(Saved entries)
□ □ □ □ □ □ □

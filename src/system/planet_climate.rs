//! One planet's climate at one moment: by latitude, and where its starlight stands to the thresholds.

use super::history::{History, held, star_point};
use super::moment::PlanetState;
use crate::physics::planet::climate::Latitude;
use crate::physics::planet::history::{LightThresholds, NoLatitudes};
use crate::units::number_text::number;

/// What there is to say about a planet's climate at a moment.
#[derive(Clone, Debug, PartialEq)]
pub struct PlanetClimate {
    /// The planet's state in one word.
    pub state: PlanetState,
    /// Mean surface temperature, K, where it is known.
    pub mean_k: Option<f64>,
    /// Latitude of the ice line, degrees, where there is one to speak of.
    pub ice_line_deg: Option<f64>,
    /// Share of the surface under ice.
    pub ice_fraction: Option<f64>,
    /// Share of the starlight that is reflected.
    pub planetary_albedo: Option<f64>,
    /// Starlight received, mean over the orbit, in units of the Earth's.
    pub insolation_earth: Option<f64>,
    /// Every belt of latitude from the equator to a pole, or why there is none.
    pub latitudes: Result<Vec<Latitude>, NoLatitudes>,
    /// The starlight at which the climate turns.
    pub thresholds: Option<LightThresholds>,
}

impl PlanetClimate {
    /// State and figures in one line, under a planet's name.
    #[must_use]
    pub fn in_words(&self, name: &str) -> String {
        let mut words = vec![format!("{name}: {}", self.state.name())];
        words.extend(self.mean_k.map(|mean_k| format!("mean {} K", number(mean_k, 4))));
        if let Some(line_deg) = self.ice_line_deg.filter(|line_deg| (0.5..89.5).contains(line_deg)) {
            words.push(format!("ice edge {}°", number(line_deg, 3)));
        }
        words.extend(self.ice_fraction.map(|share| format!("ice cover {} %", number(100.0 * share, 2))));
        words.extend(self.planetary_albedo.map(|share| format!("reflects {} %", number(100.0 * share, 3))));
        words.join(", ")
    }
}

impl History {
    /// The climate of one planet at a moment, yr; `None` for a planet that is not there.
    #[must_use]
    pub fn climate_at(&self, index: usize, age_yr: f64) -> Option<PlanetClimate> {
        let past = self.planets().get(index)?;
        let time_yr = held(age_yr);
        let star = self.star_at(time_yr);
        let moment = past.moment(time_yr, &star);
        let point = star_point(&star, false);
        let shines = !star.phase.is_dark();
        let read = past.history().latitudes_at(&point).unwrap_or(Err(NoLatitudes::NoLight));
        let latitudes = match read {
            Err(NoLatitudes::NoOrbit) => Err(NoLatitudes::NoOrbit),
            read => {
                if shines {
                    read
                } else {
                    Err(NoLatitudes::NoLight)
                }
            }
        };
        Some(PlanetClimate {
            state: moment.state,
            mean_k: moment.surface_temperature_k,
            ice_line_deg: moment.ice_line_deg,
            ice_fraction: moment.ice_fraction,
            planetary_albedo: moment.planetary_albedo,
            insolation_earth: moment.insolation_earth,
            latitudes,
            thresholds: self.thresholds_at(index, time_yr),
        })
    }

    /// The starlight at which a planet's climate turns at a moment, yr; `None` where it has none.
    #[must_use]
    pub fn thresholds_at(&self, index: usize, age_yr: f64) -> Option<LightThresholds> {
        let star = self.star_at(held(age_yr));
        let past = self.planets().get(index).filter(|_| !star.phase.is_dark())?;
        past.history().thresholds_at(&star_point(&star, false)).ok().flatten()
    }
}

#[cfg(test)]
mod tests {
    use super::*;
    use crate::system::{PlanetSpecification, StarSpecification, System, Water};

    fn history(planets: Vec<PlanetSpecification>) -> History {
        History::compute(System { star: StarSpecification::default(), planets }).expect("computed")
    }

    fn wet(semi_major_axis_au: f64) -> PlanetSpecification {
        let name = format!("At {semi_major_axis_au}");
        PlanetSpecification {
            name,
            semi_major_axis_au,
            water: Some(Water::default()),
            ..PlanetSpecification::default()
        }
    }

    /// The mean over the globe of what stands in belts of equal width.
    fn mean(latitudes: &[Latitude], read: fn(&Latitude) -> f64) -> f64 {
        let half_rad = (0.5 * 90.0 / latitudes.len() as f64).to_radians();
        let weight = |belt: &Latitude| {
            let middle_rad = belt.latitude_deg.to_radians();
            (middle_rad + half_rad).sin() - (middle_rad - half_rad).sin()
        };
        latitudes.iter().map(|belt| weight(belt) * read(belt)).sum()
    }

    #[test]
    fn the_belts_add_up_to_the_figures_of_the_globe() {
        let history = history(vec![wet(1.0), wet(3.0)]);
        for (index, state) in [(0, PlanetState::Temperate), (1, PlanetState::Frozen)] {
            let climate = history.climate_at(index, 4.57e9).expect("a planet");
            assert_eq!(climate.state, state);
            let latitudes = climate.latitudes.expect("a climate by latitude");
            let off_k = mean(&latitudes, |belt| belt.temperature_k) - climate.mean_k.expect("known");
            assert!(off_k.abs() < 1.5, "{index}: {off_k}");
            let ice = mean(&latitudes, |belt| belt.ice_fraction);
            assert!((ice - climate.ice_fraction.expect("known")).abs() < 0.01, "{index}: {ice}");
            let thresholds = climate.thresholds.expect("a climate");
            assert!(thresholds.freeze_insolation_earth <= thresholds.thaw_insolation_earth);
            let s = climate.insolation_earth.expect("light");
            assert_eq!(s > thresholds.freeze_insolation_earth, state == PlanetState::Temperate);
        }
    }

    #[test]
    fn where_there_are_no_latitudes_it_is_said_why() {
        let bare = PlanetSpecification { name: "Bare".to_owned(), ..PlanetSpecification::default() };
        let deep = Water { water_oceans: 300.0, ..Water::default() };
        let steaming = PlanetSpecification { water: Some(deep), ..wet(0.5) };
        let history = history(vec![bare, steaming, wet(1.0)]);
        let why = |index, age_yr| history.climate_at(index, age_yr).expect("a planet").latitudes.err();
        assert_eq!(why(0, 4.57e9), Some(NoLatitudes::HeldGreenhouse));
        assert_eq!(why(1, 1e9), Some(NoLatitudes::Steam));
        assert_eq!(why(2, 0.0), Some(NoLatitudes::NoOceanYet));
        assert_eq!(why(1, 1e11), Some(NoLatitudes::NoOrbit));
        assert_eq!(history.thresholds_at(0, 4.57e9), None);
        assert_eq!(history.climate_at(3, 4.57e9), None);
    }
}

□ □ □ □ □ □ □

Problem description
Nothing is to be left out; every record above must be repeated exactly.

Solution
filename src/system/planet_climate.rs
//! One planet's climate at one moment: by latitude, and where its starlight stands to the thresholds.

use super::history::{History, held, star_point};
use super::moment::PlanetState;
use crate::physics::planet::climate::Latitude;
use crate::physics::planet::history::{LightThresholds, NoLatitudes};
use crate::units::number_text::number;

/// What there is to say about a planet's climate at a moment.
#[derive(Clone, Debug, PartialEq)]
pub struct PlanetClimate {
    /// The planet's state in one word.
    pub state: PlanetState,
    /// Mean surface temperature, K, where it is known.
    pub mean_k: Option<f64>,
    /// Latitude of the ice line, degrees, where there is one to speak of.
    pub ice_line_deg: Option<f64>,
    /// Share of the surface under ice.
    pub ice_fraction: Option<f64>,
    /// Share of the starlight that is reflected.
    pub planetary_albedo: Option<f64>,
    /// Starlight received, mean over the orbit, in units of the Earth's.
    pub insolation_earth: Option<f64>,
    /// Every belt of latitude from the equator to a pole, or why there is none.
    pub latitudes: Result<Vec<Latitude>, NoLatitudes>,
    /// The starlight at which the climate turns.
    pub thresholds: Option<LightThresholds>,
}

impl PlanetClimate {
    /// State and figures in one line, under a planet's name.
    #[must_use]
    pub fn in_words(&self, name: &str) -> String {
        let mut words = vec![format!("{name}: {}", self.state.name())];
        words.extend(self.mean_k.map(|mean_k| format!("mean {} K", number(mean_k, 4))));
        if let Some(line_deg) = self.ice_line_deg.filter(|line_deg| (0.5..89.5).contains(line_deg)) {
            words.push(format!("ice edge {}°", number(line_deg, 3)));
        }
        words.extend(self.ice_fraction.map(|share| format!("ice cover {} %", number(100.0 * share, 2))));
        words.extend(self.planetary_albedo.map(|share| format!("reflects {} %", number(100.0 * share, 3))));
        words.join(", ")
    }
}

impl History {
    /// The climate of one planet at a moment, yr; `None` for a planet that is not there.
    #[must_use]
    pub fn climate_at(&self, index: usize, age_yr: f64) -> Option<PlanetClimate> {
        let past = self.planets().get(index)?;
        let time_yr = held(age_yr);
        let star = self.star_at(time_yr);
        let moment = past.moment(time_yr, &star);
        let point = star_point(&star, false);
        let shines = !star.phase.is_dark();
        let read = past.history().latitudes_at(&point).unwrap_or(Err(NoLatitudes::NoLight));
        let latitudes = match read {
            Err(NoLatitudes::NoOrbit) => Err(NoLatitudes::NoOrbit),
            read => {
                if shines {
                    read
                } else {
                    Err(NoLatitudes::NoLight)
                }
            }
        };
        Some(PlanetClimate {
            state: moment.state,
            mean_k: moment.surface_temperature_k,
            ice_line_deg: moment.ice_line_deg,
            ice_fraction: moment.ice_fraction,
            planetary_albedo: moment.planetary_albedo,
            insolation_earth: moment.insolation_earth,
            latitudes,
            thresholds: self.thresholds_at(index, time_yr),
        })
    }

    /// The starlight at which a planet's climate turns at a moment, yr; `None` where it has none.
    #[must_use]
    pub fn thresholds_at(&self, index: usize, age_yr: f64) -> Option<LightThresholds> {
        let star = self.star_at(held(age_yr));
        let past = self.planets().get(index).filter(|_| !star.phase.is_dark())?;
        past.history().thresholds_at(&star_point(&star, false)).ok().flatten()
    }
}

#[cfg(test)]
mod tests {
    use super::*;
    use crate::system::{PlanetSpecification, StarSpecification, System, Water};

    fn history(planets: Vec<PlanetSpecification>) -> History {
        History::compute(System { star: StarSpecification::default(), planets }).expect("computed")
    }

    fn wet(semi_major_axis_au: f64) -> PlanetSpecification {
        let name = format!("At {semi_major_axis_au}");
        PlanetSpecification {
            name,
            semi_major_axis_au,
            water: Some(Water::default()),
            ..PlanetSpecification::default()
        }
    }

    /// The mean over the globe of what stands in belts of equal width.
    fn mean(latitudes: &[Latitude], read: fn(&Latitude) -> f64) -> f64 {
        let half_rad = (0.5 * 90.0 / latitudes.len() as f64).to_radians();
        let weight = |belt: &Latitude| {
            let middle_rad = belt.latitude_deg.to_radians();
            (middle_rad + half_rad).sin() - (middle_rad - half_rad).sin()
        };
        latitudes.iter().map(|belt| weight(belt) * read(belt)).sum()
    }

    #[test]
    fn the_belts_add_up_to_the_figures_of_the_globe() {
        let history = history(vec![wet(1.0), wet(3.0)]);
        for (index, state) in [(0, PlanetState::Temperate), (1, PlanetState::Frozen)] {
            let climate = history.climate_at(index, 4.57e9).expect("a planet");
            assert_eq!(climate.state, state);
            let latitudes = climate.latitudes.expect("a climate by latitude");
            let off_k = mean(&latitudes, |belt| belt.temperature_k) - climate.mean_k.expect("known");
            assert!(off_k.abs() < 1.5, "{index}: {off_k}");
            let ice = mean(&latitudes, |belt| belt.ice_fraction);
            assert!((ice - climate.ice_fraction.expect("known")).abs() < 0.01, "{index}: {ice}");
            let thresholds = climate.thresholds.expect("a climate");
            assert!(thresholds.freeze_insolation_earth <= thresholds.thaw_insolation_earth);
            let s = climate.insolation_earth.expect("light");
            assert_eq!(s > thresholds.freeze_insolation_earth, state == PlanetState::Temperate);
        }
    }

    #[test]
    fn where_there_are_no_latitudes_it_is_said_why() {
        let bare = PlanetSpecification { name: "Bare".to_owned(), ..PlanetSpecification::default() };
        let deep = Water { water_oceans: 300.0, ..Water::default() };
        let steaming = PlanetSpecification { water: Some(deep), ..wet(0.5) };
        let history = history(vec![bare, steaming, wet(1.0)]);
        let why = |index, age_yr| history.climate_at(index, age_yr).expect("a planet").latitudes.err();
        assert_eq!(why(0, 4.57e9), Some(NoLatitudes::HeldGreenhouse));
        assert_eq!(why(1, 1e9), Some(NoLatitudes::Steam));
        assert_eq!(why(2, 0.0), Some(NoLatitudes::NoOceanYet));
        assert_eq!(why(1, 1e11), Some(NoLatitudes::NoOrbit));
        assert_eq!(history.thresholds_at(0, 4.57e9), None);
        assert_eq!(history.climate_at(3, 4.57e9), None);
    }
}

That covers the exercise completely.